Hedge fund activity in Dorian LPG Ltd (NYSE:LPG)
At Q1’s end, a total of 17 of the hedge funds tracked by Insider Monkey were bullish on this stock, a change of -23% from the previous quarter. The graph below displays the number of hedge funds with bullish position in LPG over the last 18 quarters. With hedgies’ capital changing hands, there exists a select group of noteworthy hedge fund managers who were boosting their holdings significantly (or already accumulated large positions).
Among these funds, Kensico Capital held the most valuable stake in Dorian LPG Ltd (NYSE:LPG), which was worth $69.8 million at the end of the third quarter. On the second spot was Royce & Associates which amassed $14.6 million worth of shares. GLG Partners, Renaissance Technologies, and Arrowstreet Capital were also very fond of the stock, becoming one of the largest hedge fund holders of the company. In terms of the portfolio weights assigned to each position Kensico Capital allocated the biggest weight to Dorian LPG Ltd (NYSE:LPG), around 1.91% of its 13F portfolio. Dalton Investments is also relatively very bullish on the stock, earmarking 0.77 percent of its 13F equity portfolio to LPG.
Due to the fact that Dorian LPG Ltd (NYSE:LPG) has experienced falling interest from the aggregate hedge fund industry, it’s safe to say that there exists a select few money managers that decided to sell off their entire stakes in the first quarter. At the top of the heap, Bruce Kovner’s Caxton Associates LP dumped the biggest position of the 750 funds watched by Insider Monkey, valued at close to $1 million in stock. Paul Tudor Jones’s fund, Tudor Investment Corp, also dumped its stock, about $1 million worth. These bearish behaviors are interesting, as aggregate hedge fund interest fell by 5 funds in the first quarter.

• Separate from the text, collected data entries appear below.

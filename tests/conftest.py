"""Shared test helpers: paths to the committed fixtures and the shared standards folder."""

from __future__ import annotations

from pathlib import Path

import pytest

ROOT = Path(__file__).resolve().parents[1]
FIXTURES = ROOT / "fixtures"
SHARED = ROOT.parent / "shared"
MUSICXML_XSD_DIR = SHARED / "standards" / "musicxml-4.0"


@pytest.fixture
def musicxml_xsd_dir() -> Path:
    """Folder of the official MusicXML 4.0 XSD files; skip when absent."""
    if not (MUSICXML_XSD_DIR / "musicxml.xsd").exists():
        pytest.skip(f"MusicXML 4.0 schema not found at {MUSICXML_XSD_DIR} (the shared standards folder is absent)")
    return MUSICXML_XSD_DIR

Let’s check out hedge fund activity in other stocks – not necessarily in the same industry as Dorian LPG Ltd (NYSE:LPG) but similarly valued. These stocks are Winmark Corporation (NASDAQ:WINA), Veeco Instruments Inc. (NASDAQ:VECO), Textainer Group Holdings Limited (NYSE:TGH), and DRDGOLD Ltd. (NYSE:DRD). This group of stocks’ market caps resemble LPG’s market cap.
|Ticker||No of HFs with positions||Total Value of HF Positions (x1000)||Change in HF Position|
View table here if you experience formatting issues.
As you can see these stocks had an average of 9.5 hedge funds with bullish positions and the average amount invested in these stocks was $84 million. That figure was $107 million in LPG’s case. Veeco Instruments Inc. (NASDAQ:VECO) is the most popular stock in this table. On the other hand DRDGOLD Ltd. (NYSE:DRD) is the least popular one with only 2 bullish hedge fund positions. Compared to these stocks Dorian LPG Ltd (NYSE:LPG) is more popular among hedge funds. Our calculations showed that top 10 most popular stocks among hedge funds returned 41.4% in 2019 and outperformed the S&P 500 ETF (SPY) by 10.1 percentage points. These stocks gained 18.6% in 2020 through July 27th and still beat the market by 17.1 percentage points. Unfortunately LPG wasn’t nearly as popular as these 10 stocks and hedge funds that were betting on LPG were disappointed as the stock returned -4.6% since the end of the first quarter and underperformed the market. If you are interested in investing in large cap stocks with huge upside potential, you should check out the top 10 most popular stocks among hedge funds as most of these stocks already outperformed the market in 2020.